KOR-Bench integrates advanced experimental methodologies for dissecting model reasoning:

  • Stepwise Prompting: Tasks are decomposed into sub-steps, enabling granular observation of intermediate inference and error correction. In Cipher tasks, iterative “self-correction” via two rounds of stepwise prompting yields the optimal performance, demonstrating the utility of explicit scaffolding in complex rule applications.
  • Trick Injection in Puzzles: Employing strategic guidance ("Tricks") at critical junctures in puzzle tasks can simplify solution trajectories and improve end-to-end task accuracy.
  • Rule-Focused Attention Visualization: Attention mapping across input rules vs. other components reveals which task elements attract the model’s primary focus during reasoning, elucidating the sources of correct and erroneous solutions.

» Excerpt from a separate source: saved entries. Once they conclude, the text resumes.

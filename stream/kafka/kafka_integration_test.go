//go:build integration

package kafka

import (
	"bytes"
	"context"
	"errors"
	"fmt"
	"os/exec"
	"slices"
	"strings"
	"testing"
	"time"

	kafkago "github.com/segmentio/kafka-go"
	"github.com/twmb/franz-go/pkg/kgo"

	"stillwell/stream"
	"stillwell/stream/kafka/kafkatest"
)

// settings are those of a source that reads a topic of a real broker.
func settings(b *kafkatest.Broker, topic string) Config {
	return Config{Brokers: []string{b.Addr}, Topics: []string{topic}, MaxWait: 100 * time.Millisecond, Refresh: 500 * time.Millisecond}
}

func names(topic string, partitions int) []string {
	var out []string
	for p := range partitions {
		out = append(out, partitionName(topic, int32(p)))
	}
	return out
}

// caughtUp waits until so many messages of a partition have come, and the broker has said that these are all.
func caughtUp(t testing.TB, to *recorder, name string, n int) recorded {
	t.Helper()
	within(t, time.Minute, fmt.Sprintf("%s caught up with %d", name, n), func() bool { return to.look(name).caughtUp >= n })
	return to.look(name)
}

func TestBroker(t *testing.T) {
	b := kafkatest.Start(t, kafkatest.Options{})

	t.Run("drain", func(t *testing.T) {
		b.CreateTopic("harbour.drain", 4, nil)
		for p := range 4 {
			var in bytes.Buffer
			for i := range 5000 {
				fmt.Fprintf(&in, "ticket %d of partition %d\n", i, p)
			}
			produceWith(t, b, "harbour.drain", p, []string{"none", "gzip", "snappy", "lz4"}[p], in.Bytes())
		}
		to := newRecorder(t)
		s, _ := start(t, settings(b, "harbour.drain"), to)
		for p, name := range names("harbour.drain", 4) {
			got := caughtUp(t, to, name, 5000)
			for i, m := range got.messages {
				if want := fmt.Sprintf("ticket %d of partition %d", i, p); m.value != want || m.offset != int64(i) || time.Since(time.Unix(0, m.stamp)) > time.Hour {
					t.Fatalf("%s: message %d is %+v, want %q, of just now", name, i, m, want)
				}
			}
			if len(got.messages) != 5000 || len(got.gaps) > 0 || s.Lag()[name] != 0 {
				t.Errorf("%s: %d messages, gaps %v, lag %v", name, len(got.messages), got.gaps, s.Lag())
			}
		}
	})

	t.Run("partitions added", func(t *testing.T) {
		b.CreateTopic("harbour.wider", 1, nil)
		b.Produce("harbour.wider", 0, numbered("v", 0, 10))
		to := newRecorder(t)
		conf := settings(b, "harbour.wider")
		conf.From = Latest()
		start(t, conf, to)
		caughtUp(t, to, "harbour.wider/0", 0)
		b.AddPartitions("harbour.wider", 3)
		b.Produce("harbour.wider", 2, numbered("v", 0, 10))
		if got := caughtUp(t, to, "harbour.wider/2", 10); !slices.Equal(got.values(), texts(numbered("v", 0, 10))) {
			t.Errorf("got %v", got.values())
		}
		if got := to.look("harbour.wider/0"); len(got.messages) != 0 {
			t.Errorf("from latest on: got %v", got.messages)
		}
	})

	t.Run("trimmed by hand", func(t *testing.T) {
		b.CreateTopic("harbour.trimmed", 1, nil)
		b.Produce("harbour.trimmed", 0, numbered("v", 0, 100))
		b.DeleteRecords("harbour.trimmed", 0, 60)
		to := newRecorder(t)
		to.known["harbour.trimmed/0"] = stream.Position{Offset: 20}
		start(t, settings(b, "harbour.trimmed"), to)
		got := caughtUp(t, to, "harbour.trimmed/0", 40)
		if !slices.Equal(got.offsets(), upTo(60, 100)) || len(got.gaps) != 1 || got.gaps[0].from != 20 || got.gaps[0].to != 60 {
			t.Errorf("offsets %v, gaps %v", got.offsets(), got.gaps)
		}
	})

	t.Run("trimmed by retention", func(t *testing.T) {
		b.CreateTopic("harbour.short", 1, map[string]string{"retention.ms": "3600000", "segment.bytes": "1048576", "file.delete.delay.ms": "100"})
		long := time.Now().Add(-48 * time.Hour)
		fat := bytes.Repeat([]byte("x"), 50_000)
		for range 3 { // more than a segment
			b.Produce("harbour.short", 0, slices.Repeat([][]byte{fat}, 15), long)
		}
		b.Produce("harbour.short", 0, numbered("v", 45, 5))
		to := newRecorder(t)
		to.known["harbour.short/0"] = stream.Position{Offset: 2}
		s := waitForRetention(t, b, "harbour.short", 2)
		start(t, settings(b, "harbour.short"), to)
		got := caughtUp(t, to, "harbour.short/0", int(50-s))
		if len(got.gaps) != 1 || got.gaps[0].from != 2 || got.gaps[0].to != s || got.messages[0].offset != s {
			t.Errorf("gaps %v, first offset %d, want one from 2 to %d", got.gaps, got.messages[0].offset, s)
		}
	})

	t.Run("made anew", func(t *testing.T) {
		b.CreateTopic("harbour.anew", 1, nil)
		b.Produce("harbour.anew", 0, numbered("old", 0, 10))
		to := newRecorder(t)
		start(t, settings(b, "harbour.anew"), to)
		caughtUp(t, to, "harbour.anew/0", 10)
		b.DeleteTopic("harbour.anew")
		time.Sleep(500 * time.Millisecond)
		b.CreateTopic("harbour.anew", 1, nil)
		b.Produce("harbour.anew", 0, numbered("new", 0, 30))
		got := caughtUp(t, to, "harbour.anew/0", 40)
		if want := append(texts(numbered("old", 0, 10)), texts(numbered("new", 0, 30))...); !slices.Equal(got.values(), want) {
			t.Errorf("got %q", got.values())
		}
		if len(got.gaps) != 1 || got.gaps[0].from != 10 || got.gaps[0].to != 0 || len(got.marks) != 2 {
			t.Errorf("gaps %v, marks %q, want one from 10 to 0, and two", got.gaps, got.marks)
		}
	})

	t.Run("asking makes no topic", func(t *testing.T) {
		to := newRecorder(t)
		start(t, settings(b, "harbour.nowhere"), to)
		time.Sleep(2 * time.Second)
		if len(to.opened()) > 0 {
			t.Errorf("opened %q", to.opened())
		}
	})

	t.Run("transactions", func(t *testing.T) { transactions(t, b) })
	t.Run("compacted", func(t *testing.T) { compacted(t, b) })
	t.Run("broker's clock", func(t *testing.T) {
		b.CreateTopic("harbour.clock", 1, map[string]string{"message.timestamp.type": "LogAppendTime"})
		b.Produce("harbour.clock", 0, numbered("v", 0, 10), time.Now().Add(-20*time.Hour))
		to := newRecorder(t)
		start(t, settings(b, "harbour.clock"), to)
		for _, m := range caughtUp(t, to, "harbour.clock/0", 10).messages {
			if age := time.Since(time.Unix(0, m.stamp)); age > time.Minute || age < -time.Minute {
				t.Errorf("message %d is %v old, by the broker's clock", m.offset, age)
			}
		}
	})
	t.Run("group", func(t *testing.T) { group(t, b) })

	t.Run("restarted", func(t *testing.T) { restarted(t, b) }) // last: the others' clients would notice
}

// produceWith lets kcat write lines, or our own client if there is no kcat.
func produceWith(t *testing.T, b *kafkatest.Broker, topic string, partition int, codec string, lines []byte) {
	t.Helper()
	if _, err := exec.LookPath("kcat"); err != nil {
		t.Log("no kcat: franz-go produces")
		var values [][]byte
		for line := range bytes.Lines(lines) {
			values = append(values, bytes.TrimSuffix(line, []byte("\n")))
		}
		b.Produce(topic, int32(partition), values)
		return
	}
	cmd := exec.Command("kcat", "-P", "-b", b.Addr, "-t", topic, "-p", fmt.Sprint(partition), "-z", codec, "-X", "linger.ms=20")
	cmd.Stdin = bytes.NewReader(lines)
	if out, err := cmd.CombinedOutput(); err != nil {
		t.Fatalf("kcat: %v\n%s", err, out)
	}
}

// waitForRetention waits until the log begins after an offset, and returns where.
func waitForRetention(t *testing.T, b *kafkatest.Broker, topic string, after int64) (first int64) {
	t.Helper()
	client := &kafkago.Client{Addr: kafkago.TCP(b.Addr), Transport: &kafkago.Transport{}}
	defer client.Transport.(*kafkago.Transport).CloseIdleConnections()
	within(t, time.Minute, "retention", func() bool {
		time.Sleep(200 * time.Millisecond)
		res, err := client.ListOffsets(t.Context(), &kafkago.ListOffsetsRequest{Topics: map[string][]kafkago.OffsetRequest{topic: {kafkago.FirstOffsetOf(0)}}})
		if err != nil {
			return false
		}
		first = res.Topics[topic][0].FirstOffset
		return first > after
	})
	return first
}

func transactions(t *testing.T, b *kafkatest.Broker) {
	b.CreateTopic("harbour.paid", 1, nil)
	writer := kafkatest.NewClient(t, []string{b.Addr}, kgo.TransactionalID("payments"))
	transact := func(prefix string, how kgo.TransactionEndTry) {
		t.Helper()
		if err := writer.BeginTransaction(); err != nil {
			t.Fatal(err)
		}
		writer.Produce("harbour.paid", 0, numbered(prefix, 0, 10))
		writer.Produce("harbour.paid", 0, numbered(prefix, 10, 10))
		if err := writer.EndTransaction(context.Background(), how); err != nil {
			t.Fatal(err)
		}
	}
	var want []string
	for i := range 5 {
		transact(fmt.Sprint("dropped ", i), kgo.TryAbort)
		transact(fmt.Sprint("kept ", i), kgo.TryCommit)
		b.Produce("harbour.paid", 0, numbered(fmt.Sprint("plain ", i), 0, 3))
		want = append(want, texts(numbered(fmt.Sprint("kept ", i), 0, 20))...)
		want = append(want, texts(numbered(fmt.Sprint("plain ", i), 0, 3))...)
	}
	to := newRecorder(t)
	start(t, settings(b, "harbour.paid"), to)
	if got := caughtUp(t, to, "harbour.paid/0", len(want)); !slices.Equal(got.values(), want) {
		t.Errorf("got %q\nwant %q", got.values(), want)
	}
	if err := writer.BeginTransaction(); err != nil {
		t.Fatal(err)
	}
	writer.Produce("harbour.paid", 0, numbered("late", 0, 2))
	b.Produce("harbour.paid", 0, numbered("behind", 0, 2))
	time.Sleep(time.Second)
	if got := to.look("harbour.paid/0"); len(got.messages) != len(want) {
		t.Errorf("while a transaction is open: got %q", got.values()[len(want):])
	}
	if err := writer.EndTransaction(context.Background(), kgo.TryAbort); err != nil {
		t.Fatal(err)
	}
	want = append(want, "behind 0", "behind 1")
	if got := caughtUp(t, to, "harbour.paid/0", len(want)); !slices.Equal(got.values(), want) {
		t.Errorf("got %q\nwant %q", got.values(), want)
	}
}

// An idempotent producer's batches stay, empty, when compaction has taken all that was in them.
func compacted(t *testing.T, b *kafkatest.Broker) {
	b.CreateTopic("harbour.seats", 1, map[string]string{
		"cleanup.policy": "compact", "min.cleanable.dirty.ratio": "0.01", "segment.ms": "200", "max.compaction.lag.ms": "200", "delete.retention.ms": "0",
	})
	for i := range 10 {
		for _, seat := range []string{"A1", "A2"} {
			b.Write(&kgo.Record{Topic: "harbour.seats", Key: []byte(seat), Value: fmt.Appendf(nil, "%s %d", seat, i)})
		}
	}
	time.Sleep(time.Second)
	b.Write(&kgo.Record{Topic: "harbour.seats", Key: []byte("B1"), Value: []byte("B1 0")}) // rolls the segment
	within(t, time.Minute, "compaction", func() bool {
		time.Sleep(time.Second)
		b.Write(&kgo.Record{Topic: "harbour.seats", Key: []byte("B1"), Value: []byte("B1 n")})
		to := newRecorder(t)
		_, stop := start(t, settings(b, "harbour.seats"), to)
		defer stop()
		got := caughtUp(t, to, "harbour.seats/0", 1)
		if len(got.gaps) > 0 || !slices.IsSorted(got.offsets()) || !slices.Contains(got.values(), "A1 9") || !slices.Contains(got.values(), "A2 9") {
			t.Fatalf("got %v, gaps %v", got.messages, got.gaps)
		}
		return !slices.Contains(got.values(), "A1 0") && !slices.Contains(got.values(), "A2 8")
	})
}

func group(t *testing.T, b *kafkatest.Broker) {
	b.CreateTopic("harbour.group", 2, nil)
	b.Produce("harbour.group", 0, numbered("v", 0, 10))
	conf := settings(b, "harbour.group")
	conf.Group = "tickets"
	s, err := New(conf)
	if err != nil {
		t.Fatal(err)
	}
	ctx, cancel := context.WithTimeout(t.Context(), time.Minute) // the coordinator may not be ready
	defer cancel()
	if err := s.CheckGroup(ctx); err != nil {
		t.Fatal(err)
	}
	if err := s.Commit(ctx, map[string]int64{"harbour.group/0": 7, "harbour.group/1": 0}); err != nil {
		t.Fatal(err)
	}
	if got := b.Committed("tickets"); got["harbour.group/0"] != 7 || got["harbour.group/1"] != 0 {
		t.Errorf("franz-go finds %v committed", got)
	}
	client := &kafkago.Client{Addr: kafkago.TCP(b.Addr), Transport: &kafkago.Transport{}}
	defer client.Transport.(*kafkago.Transport).CloseIdleConnections()
	seen, err := client.ConsumerOffsets(ctx, kafkago.TopicAndGroup{Topic: "harbour.group", GroupId: "tickets"})
	if err != nil || seen[0] != 7 {
		t.Errorf("kafka-go finds %v committed, %v", seen, err)
	}

	// A live member, of the kind that shares out partitions by itself, and of that for which the broker does.
	for i, kind := range [][]kgo.Opt{nil, {kgo.ServerSideBalancer(), kgo.Balancers(kgo.RangeBalancer())}} {
		opts := append(kind, kgo.ConsumerGroup("tickets"), kgo.ConsumeTopics("harbour.group"), kgo.ClientID("night-report"))
		leave := join(t, kafkatest.NewClient(t, []string{b.Addr}, opts...))
		within(t, time.Minute, "a member", func() bool { err = s.CheckGroup(ctx); return err != nil })
		for _, err := range []error{err, s.Commit(ctx, map[string]int64{"harbour.group/0": 8})} {
			if !errors.Is(err, ErrGroupInUse) || !strings.Contains(err.Error(), "client night-report, host 127.0.0.1") {
				t.Errorf("kind %d: got %v, want it to name night-report", i, err)
			}
		}
		leave()
		within(t, time.Minute, "the member has left", func() bool { return s.CheckGroup(ctx) == nil })
		at := int64(9 + i)
		if err := s.Commit(ctx, map[string]int64{"harbour.group/0": at}); err != nil || b.Committed("tickets")["harbour.group/0"] != at {
			t.Errorf("kind %d: after the member has left: %v, %v", i, err, b.Committed("tickets"))
		}
	}
}

func restarted(t *testing.T, b *kafkatest.Broker) {
	b.CreateTopic("harbour.restart", 2, map[string]string{"flush.messages": "1"}) // what was acknowledged outlives the crash
	to := newRecorder(t)
	start(t, settings(b, "harbour.restart"), to)
	made := 0
	produce := func() {
		for p := range int32(2) {
			b.Produce("harbour.restart", p, numbered("v", made, 500))
		}
		made += 500
	}
	for _, end := range []func(){b.Stop, b.Kill, b.Kill} {
		produce() // is being read while the broker goes
		end()
		before := to.look("harbour.restart/0").confirms
		time.Sleep(300 * time.Millisecond)
		if n := to.look("harbour.restart/0").confirms; n != before {
			t.Errorf("caught up %d times with a broker that is gone", n-before)
		}
		b.Restart()
		produce()
	}
	for _, name := range names("harbour.restart", 2) {
		got := caughtUp(t, to, name, made)
		if !slices.Equal(got.offsets(), upTo(0, int64(made))) || len(got.gaps) > 0 {
			t.Errorf("%s: %d messages, gaps %v", name, len(got.messages), got.gaps)
		}
	}
}

func TestSecureBroker(t *testing.T) {
	b := kafkatest.Start(t, kafkatest.Options{Users: map[string]string{"mara": "sea-legs"}})
	b.CreateTopic("harbour.secret", 1, nil)
	b.SecureClient("mara", "sea-legs").Produce("harbour.secret", 0, numbered("v", 0, 20))
	for _, mechanism := range []string{"scram-sha-256", "scram-sha-512"} {
		conf := settings(b, "harbour.secret")
		conf.Brokers = []string{b.Secure}
		conf.TLS = &TLS{CAFile: b.CAFile}
		conf.SASL = &SASL{Mechanism: mechanism, User: "mara", Password: "sea-legs"}
		conf.Group = "tickets"
		to := newRecorder(t)
		s, stop := start(t, conf, to)
		caughtUp(t, to, "harbour.secret/0", 20)
		ctx, cancel := context.WithTimeout(t.Context(), time.Minute)
		if err := s.Commit(ctx, map[string]int64{"harbour.secret/0": 20}); err != nil {
			t.Error(err)
		}
		cancel()
		stop()

		conf.SASL.Password = "seasick"
		s, err := New(conf)
		if err != nil {
			t.Fatal(err)
		}
		if err := s.Run(t.Context(), newRecorder(t)); !errors.Is(err, kafkago.SASLAuthenticationFailed) {
			t.Errorf("%s, wrong password: %v", mechanism, err)
		}
	}
	conf := settings(b, "harbour.secret")
	conf.Brokers = []string{b.Secure}
	conf.TLS = &TLS{CAFile: b.CAFile}
	conf.SASL = &SASL{Mechanism: "plain", User: "mara", Password: "sea-legs"}
	s, err := New(conf)
	if err != nil {
		t.Fatal(err)
	}
	if err := s.Run(t.Context(), newRecorder(t)); err == nil || !strings.Contains(err.Error(), "SCRAM-SHA-512") {
		t.Errorf("a mechanism that is not offered: %v, want it to say which are", err)
	}
}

5. Correlation, Dataset Composition, and Scaling

Correlation analyses show that variation in dataset size and question complexity directly impacts benchmark outcomes. Tasks with more intricate rule definitions or larger input spaces present steeper learning curves, emphasizing the limits of sample efficiency and adaptation in LLMs. Zero-shot vs. few-shot experiments illustrate that models benefit disproportionately from even sparse contextual exposures, suggesting strong reliance on example-based abstraction rather than true zero-shot reasoning.

Ablation across datasets and benchmarking correlations further indicate that performance on KOR-Bench has minimal alignment with benchmarks that have overlapping knowledge components, confirming its orthogonality with respect to pretraining content.

6. Prospects for Multimodal and Advanced Extensions

The architectural framework of KOR-Bench allows for continuous dataset augmentation, parameterized variations of rule structures, and the integration of visual domains. The paper explicitly advocates for future development of multimodal versions—enabling simultaneous evaluation of rule induction and reasoning across modalities—in order to holistically assess next-generation LLM reasoning capabilities.

KOR-Bench thereby serves as both a robust instrument for dissecting reasoning skill independent of knowledge, and a methodological foundation for probing the boundaries of dynamic rule generalization in artificial intelligence research.